HTC S520, HTC Phoebus, HTC Juno, T-Mobile Shadow, Dopod C750
- Compatible networks: GPRS/EDGE, GSM Quad Band
- Dimensions: 103mm (L) x 53mm (W) x 15mm (D)
- Weight: 150 g (5 oz)
- Memory: 256 MB ROM, 128 MB RAM
- Display: 2.8" QVGA TFT LCD, 320X240 64K-color screen
- Connectivity: Bluetooth 2.0, Wi-Fi: IEEE 802.11b/g, HTC ExtUSB (11-pin mini-USB and audio jack in one)

= HTC Phoebus =

The HTC S520 (A.K.A. HTC Phoebus, HTC Juno) is a Windows Mobile-based smartphone manufactured by High Tech Computer Corporation. It is available in the US market as the T-Mobile Shadow and in Taiwan as the Dopod C750. The T-Mobile version supports MyFaves.

==Neo interface==

T-Mobile, HTC, and Microsoft collaborated on the Neo interface introduced on the T-Mobile version.
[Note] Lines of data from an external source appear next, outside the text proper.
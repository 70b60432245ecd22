"""The compiled methods of dataclasses, kept between runs of the command the way Python keeps compiled
modules. Python 3.11 and 3.12 write each dataclass's __init__, __repr__, __eq__, __hash__,
__setattr__ and __delattr__ as source text and compile it at import, one compile per method: some
500 compiles, about 40 ms of a `sizer size` run. `install()` has the dataclasses module compile each
distinct text once and keep the code object; `save()` writes the code objects beside the package's
compiled modules (its __pycache__ folder, or sys.pycache_prefix), so the next run reads them
instead (about 1 ms).

Every class comes out exactly as the dataclasses module makes it: the code object of a text is what
compiling that text gives (the same file name "<string>", no __future__ flags, the interpreter's
optimization level), looked up by the whole text, so an edited class finds no entry and is compiled
afresh. The file is trusted as Python trusts the .pyc files beside it (whoever may write the one
may write the other); it is read only when it starts with this interpreter's bytecode magic number,
a damaged or foreign file reads as empty, and nothing is written when Python writes no bytecode
(PYTHONDONTWRITEBYTECODE, -B) or where the folder cannot be written. Only the command line installs
it (sizer.cli.main): `import sizer` changes nothing in the importing process.
"""

from __future__ import annotations

import builtins
import marshal
import os
import sys
from contextlib import suppress
from pathlib import Path
from types import CodeType
from typing import Any

MAX_ENTRIES = 5000  # beyond this many kept texts (old versions of edited classes), a save keeps only this run's


def cache_file() -> Path | None:
    """Where the compiled methods are kept: sizer/__pycache__/dataclass_methods.<tag>.marshal (under
    sys.pycache_prefix when set), or None when this interpreter keeps no bytecode (no cache tag)."""
    from importlib.util import cache_from_source

    try:
        compiled = cache_from_source(str(Path(__file__).with_name("dataclass_methods.py")))
    except NotImplementedError:  # sys.implementation.cache_tag is None
        return None
    return Path(compiled).with_suffix(".marshal")


def _magic() -> bytes:
    from importlib.util import MAGIC_NUMBER

    return MAGIC_NUMBER


class MethodCache:
    """Code objects by source text: the ones read from `path` and the ones compiled in this run."""

    def __init__(self, path: Path | None) -> None:
        self.path = path
        self.codes: dict[str, CodeType] = read_codes(path) if path is not None else {}
        self.used: set[str] = set()
        self.added = 0

    def exec(self, source: Any, globals: Any = None, locals: Any = None, /, **options: Any) -> None:
        """builtins.exec, with a source text compiled once and its code object kept."""
        if not isinstance(source, str) or options:
            builtins.exec(source, globals, locals, **options)
            return
        code = self.codes.get(source)
        if code is None:
            code = self.codes[source] = compile(source, "<string>", "exec", dont_inherit=True)
            self.added += 1
        self.used.add(source)
        builtins.exec(code, globals, locals)


def read_codes(path: Path) -> dict[str, CodeType]:
    """The kept code objects of `path`; empty when the file is missing, damaged or of another
    interpreter."""
    magic = _magic()
    try:
        data = path.read_bytes()
        found = marshal.loads(data[len(magic):]) if data.startswith(magic) else {}
    except (OSError, EOFError, ValueError, TypeError):
        return {}
    if not isinstance(found, dict):
        return {}
    return {text: code for text, code in found.items() if isinstance(text, str) and isinstance(code, CodeType)}


def install(path: Path | None = None) -> MethodCache:
    """Have the dataclasses module compile through a MethodCache of `path` (default: cache_file())."""
    import dataclasses

    cache = MethodCache(path if path is not None else cache_file())
    setattr(dataclasses, "exec", cache.exec)  # the module's global name, found before the builtin
    return cache


def save(cache: MethodCache) -> None:
    """Write the cache's code objects when this run compiled any (atomically: a temporary file, then a
    rename); nothing when Python writes no bytecode or the folder cannot be written."""
    if not cache.added or cache.path is None or sys.dont_write_bytecode:
        return
    kept = cache.codes if len(cache.codes) <= MAX_ENTRIES else {text: cache.codes[text] for text in cache.used}
    temporary = cache.path.with_name(f"{cache.path.name}.{os.getpid()}.tmp")
    try:
        cache.path.parent.mkdir(parents=True, exist_ok=True)
        temporary.write_bytes(_magic() + marshal.dumps(kept))
        os.replace(temporary, cache.path)
    except (OSError, ValueError):
        with suppress(OSError):
            temporary.unlink(missing_ok=True)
The interface was designed to allow a more familiar cell phone user interface on a smartphone.

==Shadow 2009==
T-Mobile replaced the original Shadow model with a newer one in early 2009. In addition to a design facelift and new colors, it supports Unlicensed Mobile Access through the T-Mobile @Home service. It will also have Windows Mobile 6.1 Standard installed.